FIG. 2 is a diagram illustrating one cell of a simplified Josephson NDRO storage circuit for explaining the present invention. 3a and 3b are diagrams each showing the control characteristics of the switch element used in the cell of FIG. 2 to realize the driving method of the present invention. FIG. 4 shows Josephson's diagram for explaining one embodiment of the present invention.
FIG. 2 shows a 2×2 array of NDRO storage circuits.

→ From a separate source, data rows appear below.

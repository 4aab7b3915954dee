package main

import (
	"context"
	"flag"
	"fmt"
	"io"
	"math"
	"strconv"
	"strings"

	"github.com/fadeloop/fadeloop/client"
	"github.com/fadeloop/fadeloop/client/render"
	htmlreport "github.com/fadeloop/fadeloop/client/report"
	"github.com/fadeloop/fadeloop/loop/tune"
	pb "github.com/fadeloop/fadeloop/proto/fadeloop/v1"
	"github.com/fadeloop/fadeloop/service"
)

func init() {
	register(&command{
		order:   30,
		name:    "tune",
		summary: "find the best step size, update rate, ... over weighted conditions, with paired evidence",
		usage:   "[SCENARIO.yaml|.json]",
		details: `Searches a grid of settings (the --axis values over the base scenario: the
file, or the built-in default) for the one that minimises the --objective
in every condition and over all conditions weighted. All candidates under
one condition see the same seeds (common random numbers), so every
comparison is paired; replications are added only to candidates still in
contention, and a winner is declared only when its paired difference to the
runner-up excludes zero at --confidence. Otherwise the result is a tie set,
broken by the tie rule printed with the result (smaller step first, then
lower update rate, ...). When no candidate meets the constraints there is
no tie rule: the candidates are ranked by their worst relative constraint
excess (in % of the limit), the closest first. Each condition also gets a
fixed-power baseline, except in multi-cell mode (layout.sites set), which
runs none (the fixed-power columns print "–").

An axis is PATH=V1,V2,..., PATH=FROM:TO:COUNT (evenly spaced, both ends
included) or PATH=FROM:TO:COUNT:log (geometric). A condition is
NAME[@WEIGHT]:PATH=VALUE[,PATH=VALUE...]; a VALUE that is not a number sets a
text or enum field (e.g. groups[0].profile=EVA). --speeds V1,V2,... is short
for one condition per speed that sets only speeds[0].speed_kmh of every
group (a group's other speeds entries keep their speeds); the condition is
named by what it sets, "speeds[0].speed_kmh=60".
A --request file is the protojson form (JSON or YAML) of
fadeloop.v1.TuneRequest; flags add to it and override its objective,
confidence and budget.

Output formats:
  table  the verdict (winner, tie of N, constraints unmet, single setting)
         and the API's lines: headline (an unmet constraint first, with
         the closest setting's misses), runner-up, warnings, tie rule;
         per condition the recommended setting first, then the rest in the
         decision's ordering, values as "value [low, high]", the
         fixed-power baseline, the effort
  csv    one row per condition × candidate, per condition baseline and per
         overall candidate: scope (condition|baseline|overall), condition,
         weight, candidate, one column per axis (named by its path), status,
         feasible, best (true|false), verdict (winner|tie|
         constraints_unmet|single, of the row's scope), rank (1 =
         recommended; rows in this order), objective, objective_ci_low,
         objective_ci_high, diff_to_best, diff_to_best_ci_low,
         diff_to_best_ci_high, n, then for every figure F of
         sir_error_mean_db, sir_error_std_db, outage_probability,
         achieved_bler, tx_power_mean_dbm, max_power_fraction,
         noise_rise_mean_db its mean F, F_ci_low and F_ci_high (the interval
         at --confidence, suffixed as in "run" and "sweep"; probabilities as
         fractions). An empty cell is a value not computed.
  json   the fadeloop.v1 Recommendation in protojson with proto field names

Plots (--plot [KIND=]FILE.png|.svg, repeatable; kind defaults to auto):
  heatmap  the overall ranked figure over inner_loop.step_db × update_rate_hz,
           the recommended setting outlined
  steps    outage and SIR error std against inner_loop.step_db, one line per
           condition (step the only axis), each recommended step ringed
  axis     the same against any one axis (e.g. layout.handover.window_db
           on a multi-cell layout)
  auto     heatmap for step × rate, steps for step alone, axis for any
           other single axis; other axis sets have no plot (refused)

` + searchQueueHelp + `

Exit status 4 (after the output is written) when the verdict, overall or
of any condition, is "constraints unmet": no candidate meets the
objective's constraints (outage limit, noise-rise limit, BLER band); the
candidates were then ranked by their worst relative constraint excess.

Examples:
  fadeloop tune --axis inner_loop.step_db=0.25,0.5,1,2 --speeds 3,30,120
  fadeloop tune cell.yaml --axis inner_loop.step_db=0.5,1,2 \
      --axis inner_loop.update_rate_hz=500,1000,1500 --objective outage --plot heat.png
  fadeloop tune cell.yaml --axis inner_loop.step_db=0.25:2:4:log \
      --condition 'walk@3:groups[0].speeds[0].speed_kmh=3' \
      --condition 'car:groups[0].speeds[0].speed_kmh=60,groups[0].profile=VEHA'
  fadeloop tune cell.yaml --request search.yaml --format csv --out tune.csv
  fadeloop tune cell.yaml --axis outer_loop.up_step_db=0.1,0.3,1 \
      --objective power --outage-limit 0.02 --max-reps 16`,
		run: runTune,
	})
}

// speedsConditionName names a --speeds condition by what it sets, in the
// path=value form of the tables' candidate labels: "speeds[0].speed_kmh=60"
// (km/h; every group's speeds[0], the other speeds entries unchanged), so
// the name does not read as the speed of every user.
func speedsConditionName(v float64) string {
	return "speeds[0].speed_kmh=" + strconv.FormatFloat(v, 'g', 6, 64)
}

// tuneObjectives maps --objective to the proto kind.
var tuneObjectives = map[string]pb.ObjectiveKind{
	"std":    pb.ObjectiveKind_OBJECTIVE_KIND_MIN_SIR_ERROR_STD,
	"outage": pb.ObjectiveKind_OBJECTIVE_KIND_MIN_OUTAGE,
	"power":  pb.ObjectiveKind_OBJECTIVE_KIND_MIN_TX_POWER,
}

func runTune(e *env, fs *flag.FlagSet) action {
	var ov scenarioOverrides
	ov.registerSlotsSeed(fs)
	var axes axisList
	fs.Var(&axes, "axis", "candidate axis `PATH=V1,V2,...`, PATH=FROM:TO:COUNT or PATH=FROM:TO:COUNT:log; repeatable")
	var conds conditionList
	fs.Var(&conds, "condition", "condition `COND` to tune under: NAME[@WEIGHT]:PATH=VALUE[,PATH=VALUE...], weight 1 unless given; repeatable")
	speeds := fs.String("speeds", "", "one condition per speed in km/h (`V1,V2,...`), weight 1 each, named \"speeds[0].speed_kmh=V\": sets speeds[0] of every group, other speeds entries unchanged")
	request := fs.String("request", "", "tuning request `FILE` (protojson TuneRequest in JSON or YAML)")
	objective := fs.String("objective", "", "`OBJECTIVE`: std (SIR error std), outage, or power (mean Tx power with --outage-limit) (default std)")
	outageLimit := fs.Float64("outage-limit", 0, "largest acceptable outage `P` (fraction), required by --objective power; a P above 0.1 also raises the high-outage warning level (0.1) to P")
	blerTol := fs.Float64("bler-tolerance", 0, "accepted relative BLER deviation `X` from target for --objective power (0: 0.2)")
	indiff := fs.Float64("indifference", 0, fmt.Sprintf("difference `D` in the objective's unit below which settings count as equal (0: %g dB for std, %g dB for power, %g %% of the best outage, at least %g, for outage)", tune.DefaultIndifferenceStdDB, tune.DefaultIndifferencePowerDB, 100*tune.DefaultIndifferenceOutageShare, tune.MinIndifferenceOutage))
	confidence := fs.Float64("confidence", 0, "confidence `C` of intervals and the winner's test (0: 0.95)")
	minReps := fs.Int("min-reps", 0, "first-round replications `N` per candidate and condition (0: 2)")
	maxReps := fs.Int("max-reps", 0, "most replications `N` per candidate and condition (0: 32)")
	batchReps := fs.Int("batch-reps", 0, "replications `N` added per round to candidates in contention (0: 2)")
	maxUS := fs.Int64("max-user-slots", 0, "budget `N` of simulated users × slots (0: none)")
	noBaseline := fs.Bool("no-baseline", false, "skip the fixed-power baseline runs (a layout has none: fixed power is single-cell only)")
	var plotSpecs plotList
	fs.Var(&plotSpecs, "plot", "write a plot: `[KIND=]FILE` (.png or .svg; kinds auto, heatmap, steps, axis); repeatable")
	reportFile := fs.String("report", "", "also write the HTML report (verdict, tables, plots) to `FILE.html`")
	var qf sweepQueueFlags
	qf.registerRun(fs, "tune")
	return func(ctx context.Context, args []string) error {
		if err := e.g.checkFormat("table", "csv", "json"); err != nil {
			return err
		}
		if err := checkReportPath(*reportFile); err != nil {
			return err
		}
		if err := plotSpecs.check("auto", "auto", "heatmap", "steps", "axis"); err != nil {
			return err
		}
		req := &pb.TuneRequest{}
		sf, reqFile, err := loadRequest(*request, req, &req.Base, args, &ov)
		if err != nil {
			return err
		}
		req.Axes = append(req.Axes, axes...)
		if len(req.Axes) == 0 {
			return badInputf("no axes: give --axis PATH=VALUES (e.g. --axis inner_loop.step_db=0.5,1,2) or a --request file")
		}
		req.Conditions = append(req.Conditions, conds...)
		if *speeds != "" {
			for _, f := range strings.Split(*speeds, ",") {
				v, err := strconv.ParseFloat(strings.TrimSpace(f), 64)
				if err != nil {
					return badInputf("--speeds: %q is not a speed in km/h", f)
				}
				cd := &pb.Condition{Name: speedsConditionName(v), Weight: 1}
				for g := range req.Base.GetGroups() {
					cd.Overrides = append(cd.Overrides, &pb.Override{Path: fmt.Sprintf("groups[%d].speeds[0].speed_kmh", g),
						Value: &pb.Override_Number{Number: v}})
				}
				req.Conditions = append(req.Conditions, cd)
			}
		}
		if req.Objective == nil {
			req.Objective = &pb.Objective{}
		}
		switch {
		case *objective != "":
			k, ok := tuneObjectives[*objective]
			if !ok {
				return badInputf("--objective %q: must be one of std, outage, power", *objective)
			}
			req.Objective.Kind = k
		case req.Objective.Kind == pb.ObjectiveKind_OBJECTIVE_KIND_UNSPECIFIED && reqFile == nil:
			req.Objective.Kind = pb.ObjectiveKind_OBJECTIVE_KIND_MIN_SIR_ERROR_STD
		}
		setF := func(dst *float64, v float64) {
			if v != 0 {
				*dst = v
			}
		}
		setF(&req.Objective.OutageLimit, *outageLimit)
		if *outageLimit > tune.DefaultOutageWarning && req.Objective.OutageWarning == 0 {
			// An outage the user accepts is not worth a warning: their
			// limit raises the level. (A lower limit leaves it at 10 %:
			// outage above the limit is already said as a miss.)
			req.Objective.OutageWarning = *outageLimit
		}
		setF(&req.Objective.BlerTolerance, *blerTol)
		setF(&req.Objective.IndifferenceZone, *indiff)
		setF(&req.Confidence, *confidence)
		if req.Budget == nil {
			req.Budget = &pb.TuneBudget{}
		}
		for _, b := range []struct {
			dst  *int32
			v    int
			name string
		}{{&req.Budget.MinReplications, *minReps, "min-reps"}, {&req.Budget.MaxReplications, *maxReps, "max-reps"},
			{&req.Budget.BatchReplications, *batchReps, "batch-reps"}} {
			if b.v < 0 || b.v > math.MaxInt32 {
				return badInputf("--%s %d: must be >= 0", b.name, b.v)
			}
			if b.v != 0 {
				*b.dst = int32(b.v)
			}
		}
		if *maxUS != 0 {
			req.Budget.MaxUserSlots = *maxUS
		}
		if *noBaseline {
			req.SkipBaseline = true
		}
		for _, ps := range plotSpecs {
			if err := checkTunePlot(ps, req.Axes); err != nil {
				return err
			}
		}

		out, cl, release, job, err := e.searchSession(ctx, &qf, "tune", service.TuneRequestFromProto(req))
		if err != nil {
			return err
		}
		defer release()
		prog := e.newProgress("user-slots/s")
		rec, err := cl.Tune(ctx, req, searchProgress(prog))
		stopProgress(prog, err == nil)
		if err != nil {
			return searchError(sf, reqFile, job.stopped(ctx, e, err))
		}
		err = e.emit(out, rec, func(w io.Writer) error { return render.TuneCSV(w, rec) },
			func(w io.Writer) { render.TuneTable(w, req, rec) })
		if err != nil {
			return err
		}
		for _, ps := range plotSpecs {
			kind, err := tuneKind(ps, req.Axes)
			if err != nil {
				return err
			}
			if err := plotTune(ps, kind, req.GetBase().GetName(), rec); err != nil {
				return fmt.Errorf("plot %s: %w", ps.file, err)
			}
			if !e.g.quiet {
				fmt.Fprintf(e.stderr, "wrote %s plot to %s\n", kind, ps.file)
			}
		}
		in := htmlreport.Input{Tune: rec, TuneRequest: req, Source: "fadeloop tune"}
		if *reportFile != "" {
			if in.EngineVersion, err = searchEngine(ctx, e, &qf, cl, req.GetBase().GetLayout().GetSites() != 0); err != nil {
				return err
			}
		}
		if err := writeResultReport(e, *reportFile, in); err != nil {
			return err
		}
		return tuneConstraints(rec)
	}
}

// tuneConstraints is constraintsUnmet (exit 4) when the overall verdict or
// a condition's is VERDICT_CONSTRAINTS_UNMET: no candidate meets the
// objective's constraints. The message is the decision's own headline.
func tuneConstraints(rec *pb.Recommendation) error {
	unmet := func(d *pb.Decision) bool {
		return d.GetVerdict() == pb.Verdict_VERDICT_CONSTRAINTS_UNMET || d.GetConstraintsUnmet()
	}
	text := func(d *pb.Decision) string {
		if h := d.GetHeadline(); h != "" {
			return h
		}
		return d.GetReason()
	}
	if d := rec.GetOverall(); unmet(d) {
		return constraintsUnmet{reason: text(d)}
	}
	for _, c := range rec.GetConditions() {
		if d := c.GetDecision(); unmet(d) {
			return constraintsUnmet{reason: "condition " + c.GetName() + ": " + text(d)}
		}
	}
	return nil
}

// searchLocate maps a Tune or Capacity call's field violations to the
// files they came from: with a request file as for sweep --grid; without
// one, to the scenario file's lines (base.…) and to the --axis flags
// (axes…, see axisFlagViolation) when every violation is one of those,
// and as plain "field: rule" lines otherwise (the other fields came from
// other flags).
func searchLocate(sf *client.ScenarioFile, req *client.SourceFile, inv *client.InvalidInputError) error {
	if req != nil {
		return sweepLocate(sf, req, inv)
	}
	var base []client.FieldViolation
	var flags []client.FileViolation
	for _, v := range inv.Violations {
		if fv, ok := axisFlagViolation(v); ok {
			flags = append(flags, fv)
			continue
		}
		if !strings.HasPrefix(v.Field, "base.") || sf == nil {
			return inv
		}
		base = append(base, v)
	}
	if len(inv.Violations) == 0 {
		return inv
	}
	all := &client.ScenarioFileError{}
	if sf != nil {
		all = sf.Locate("base", base)
	}
	all.Violations = append(all.Violations, flags...)
	return all
}
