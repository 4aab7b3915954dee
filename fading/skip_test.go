package fading

import (
	"fmt"
	"math/rand/v2"
	"testing"
)

// skipRef is the reference stream of one configuration: a twin channel
// filled in one call, as gains and as float64 taps.
type skipRef struct {
	gains  []float64
	re, im [][]float64
}

func newSkipRef(t *testing.T, cfg ChannelConfig, user, n int) skipRef {
	t.Helper()
	g, err := NewChannel(cfg, 77, user)
	if err != nil {
		t.Fatal(err)
	}
	r := skipRef{gains: make([]float64, n)}
	g.FillGains(r.gains)
	tp, _ := NewChannel(cfg, 77, user)
	r.re, r.im = make2(tp.NumTaps(), n), make2(tp.NumTaps(), n)
	tp.fillComplex(r.re, r.im)
	return r
}

// The ways of reading a channel that Skip must be consistent with.
type skipReader int

const (
	readGains       skipReader = iota // FillGains
	readShared                        // FillGainsShared with a PlanCache
	readTaps                          // FillTaps (complex64)
	readTapsFloat64                   // fillComplex (the float64 taps behind FillTaps)
)

func (r skipReader) String() string {
	return [...]string{"FillGains", "FillGainsShared", "FillTaps", "fillComplex"}[r]
}

// readAndCompare reads n samples of ch with reader r and returns the first
// sample, counted from off, that differs from ref (bit for bit), or -1.
func readAndCompare(ch *Channel, r skipReader, pc *PlanCache, ref skipRef, off, n int) int {
	L := ch.NumTaps()
	switch r {
	case readGains, readShared:
		g := make([]float64, n)
		if r == readGains {
			ch.FillGains(g)
		} else {
			ch.FillGainsShared(g, pc)
		}
		for i := range g {
			if g[i] != ref.gains[off+i] {
				return i
			}
		}
	case readTaps:
		d := make([]complex64, n*L)
		ch.FillTaps(d)
		for i := 0; i < n; i++ {
			for l := 0; l < L; l++ {
				if d[i*L+l] != complex(float32(ref.re[l][off+i]), float32(ref.im[l][off+i])) {
					return i
				}
			}
		}
	case readTapsFloat64:
		re, im := make2(L, n), make2(L, n)
		ch.fillComplex(re, im)
		for i := 0; i < n; i++ {
			for l := 0; l < L; l++ {
				if re[l][i] != ref.re[l][off+i] || im[l][i] != ref.im[l][off+i] {
					return i
				}
			}
		}
	}
	return -1
}

// skipCases: every generator (and the static channel) × decimating
// (f_D·T = 0.037: 55.6 Hz at 1500 Hz, 30 km/h at 2 GHz) and direct
// (f_D·T = 0.2) × one tap and VEHA × LOS off/on.
func skipCases(t *testing.T) []ChannelConfig {
	veha, err := BuiltinProfile("VEHA")
	if err != nil {
		t.Fatal(err)
	}
	flat, err := BuiltinProfile("FLAT")
	if err != nil {
		t.Fatal(err)
	}
	var cs []ChannelConfig
	for _, g := range []Generator{GeneratorDefault, GeneratorSumOfSinusoids, GeneratorSpectral} {
		for _, fd := range []float64{55.6, 300, 0} {
			if fd == 0 && g != GeneratorDefault {
				continue // the static channel does not depend on the generator
			}
			for _, p := range []Profile{flat, veha} {
				for _, los := range []bool{false, true} {
					cs = append(cs, ChannelConfig{DopplerHz: fd, SampleRateHz: 1500, Profile: p,
						Generator: g, LOS: los, RicianKDB: 3, LOSAngleRad: 0.7})
				}
			}
		}
	}
	return cs
}

func skipName(cfg ChannelConfig) string {
	return fmt.Sprintf("%v/fdT=%.3f/%s/LOS=%v", cfg.Generator, cfg.DopplerHz/cfg.SampleRateHz, cfg.Profile.Name, cfg.LOS)
}

// blockOut returns the number of output samples per internal block of ch
// (rounded), the length of "exactly a block" in the tests.
func blockOut(ch *Channel) int { return int(float64(ch.blk)/ch.step + 0.5) }

// TestSkip: a channel that fills pre samples, skips n and fills m gives,
// bit for bit, samples pre+n .. pre+n+m−1 of a twin filled in one call, for
// every reader (FillGains, FillGainsShared with a PlanCache, FillTaps and
// its float64 taps), with n = 0, 1, less than a block, exactly one
// internal block (in internal and in output samples), one past it, three
// blocks and 50 000 samples (37 blocks at f_D·T = 0.037; 20 000 under
// -short).
func TestSkip(t *testing.T) {
	m, pre1, big := 1500, 777, 50000
	readers := []skipReader{readGains, readShared, readTaps, readTapsFloat64}
	if testing.Short() {
		m, pre1, big = 300, 301, 20000
	}
	if raceEnabled { // the same paths, fewer samples: FillTaps is fillComplex rounded
		m, pre1, big = 300, 301, 12000
		readers = []skipReader{readGains, readShared, readTapsFloat64}
	}
	for _, cfg := range skipCases(t) {
		t.Run(skipName(cfg), func(t *testing.T) {
			probe, _ := NewChannel(cfg, 77, 1)
			bo := blockOut(probe)
			ns := []int{0, 1, 100, probe.blk, bo - 1, bo, bo + 1, 3 * bo, big}
			total := 0
			for _, n := range ns {
				total = max(total, pre1+n+m)
			}
			ref := newSkipRef(t, cfg, 1, total)
			for _, pre := range []int{0, pre1} {
				for _, n := range ns {
					for _, r := range readers {
						ch, _ := NewChannel(cfg, 77, 1)
						var pc PlanCache
						if pre > 0 && readAndCompare(ch, r, &pc, ref, 0, pre) >= 0 {
							t.Fatalf("%v: the first %d samples differ before any Skip", r, pre)
						}
						ch.Skip(n)
						if i := readAndCompare(ch, r, &pc, ref, pre+n, m); i >= 0 {
							t.Fatalf("fill %d, Skip(%d), %v: sample %d after the skip differs from the one-call twin", pre, n, r, i)
						}
					}
				}
			}
		})
	}
}

// TestSkipMixed: seeded random sequences of Fill and Skip calls of random
// lengths (0 to four internal blocks, 60 000 samples in all, 20 000 under
// -short) read the same samples as the one-call twin at the same offsets,
// for every reader.
func TestSkipMixed(t *testing.T) {
	total := 60000
	if testing.Short() {
		total = 20000
	}
	if raceEnabled {
		total = 8000
	}
	for ci, cfg := range skipCases(t) {
		t.Run(skipName(cfg), func(t *testing.T) {
			ref := newSkipRef(t, cfg, 2, total+1)
			probe, _ := NewChannel(cfg, 77, 2)
			span := 4 * blockOut(probe)
			for r := readGains; r <= readTapsFloat64; r++ {
				rng := rand.New(rand.NewPCG(uint64(ci), uint64(r)))
				ch, _ := NewChannel(cfg, 77, 2)
				var pc PlanCache
				off, ops := 0, 0
				for off < total {
					n := min(total-off, rng.IntN(span+1))
					if rng.IntN(5) == 0 {
						n = min(total-off, rng.IntN(40)) // short calls: within one block
					}
					if rng.IntN(2) == 0 {
						ch.Skip(n)
					} else if i := readAndCompare(ch, r, &pc, ref, off, n); i >= 0 {
						t.Fatalf("%v: call %d (fill %d at %d): sample %d differs from the one-call twin", r, ops, n, off, i)
					}
					off += n
					ops++
				}
				if i := readAndCompare(ch, r, &pc, ref, total, 1); i >= 0 {
					t.Fatalf("%v: last sample differs", r)
				}
			}
		})
	}
}

// TestSkipSharedPlans: two links of the same speed, brought to the same
// output index by different Fill and Skip histories, share the
// interpolation plans of one PlanCache (the second link computes none) and
// each still gives its own one-call twin's gains bit for bit.
func TestSkipSharedPlans(t *testing.T) {
	veha, _ := BuiltinProfile("VEHA")
	for _, g := range []Generator{GeneratorDefault, GeneratorSumOfSinusoids, GeneratorSpectral} {
		for _, los := range []bool{false, true} {
			cfg := ChannelConfig{DopplerHz: 55.6, SampleRateHz: 1500, Profile: veha, Generator: g, LOS: los, RicianKDB: 3, LOSAngleRad: 0.7}
			const at, n = 31128, 3000
			refA, refB := newSkipRef(t, cfg, 1, at+n), newSkipRef(t, cfg, 2, at+n)
			a, _ := NewChannel(cfg, 77, 1)
			b, _ := NewChannel(cfg, 77, 2)
			var pc PlanCache
			if readAndCompare(a, readShared, &pc, refA, 0, 1000) >= 0 {
				t.Fatalf("%s: link A differs before any Skip", skipName(cfg))
			}
			a.Skip(30000)
			if readAndCompare(a, readShared, &pc, refA, 31000, 123) >= 0 {
				t.Fatalf("%s: link A differs after Skip(30000)", skipName(cfg))
			}
			a.Skip(5)
			b.Skip(20000)
			if readAndCompare(b, readGains, nil, refB, 20000, 7000) >= 0 {
				t.Fatalf("%s: link B differs after Skip(20000)", skipName(cfg))
			}
			b.Skip(4128)
			if a.m != at || b.m != at {
				t.Fatalf("test set-up: links at %d and %d, want %d", a.m, b.m, at)
			}
			for off := at; off < at+n; off += 500 {
				if i := readAndCompare(a, readShared, &pc, refA, off, 500); i >= 0 {
					t.Fatalf("%s: link A sample %d differs", skipName(cfg), off+i)
				}
				made := pc.next
				if i := readAndCompare(b, readShared, &pc, refB, off, 500); i >= 0 {
					t.Fatalf("%s: link B sample %d differs", skipName(cfg), off+i)
				}
				if pc.next != made {
					t.Fatalf("%s: link B computed its own plans at %d (cache misses after Skip)", skipName(cfg), off)
				}
			}
		}
	}
}

// TestSkipNegativePanics: a negative count is a programmer error.
func TestSkipNegativePanics(t *testing.T) {
	ch, err := NewChannel(ChannelConfig{DopplerHz: 55.6, SampleRateHz: 1500, Profile: testProfile}, 1, 0)
	if err != nil {
		t.Fatal(err)
	}
	defer func() {
		if recover() == nil {
			t.Error("Skip(-1) did not panic")
		}
	}()
	ch.Skip(-1)
}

In FIGS. 1, 2, and 4, 1 is a storage cell, 2 is a superconducting closed loop, 3 and 4 are branch paths, 5 is a column line, 6 is a control column line, 7 is a row line,
8, 9 are switch elements, 10, 11, 12, 13
is a power supply, 14 is a detector, and 15 is a readout line.

Claims (1)

[Claims] 1. A superconducting closed loop consisting of a first branch and a second branch, a first switch element arranged in the first branch and capable of flowing Josephson current, and a Josephson current connected to at least one control line among the plurality of control lines arranged to be coupled to each other, and arranged to be electromagnetically coupled to the second branch; The first switch element is used as a write gate to store binary information in the superconducting closed loop as circulating currents having different flow directions or the presence or absence of the circulating current. In driving a Josephson memory circuit using a second switch element as a read gate, the first switch element connected to the second switch element is
A method for driving a Josephson memory circuit characterized in that the current flowing through the control line is the same during writing and during reading.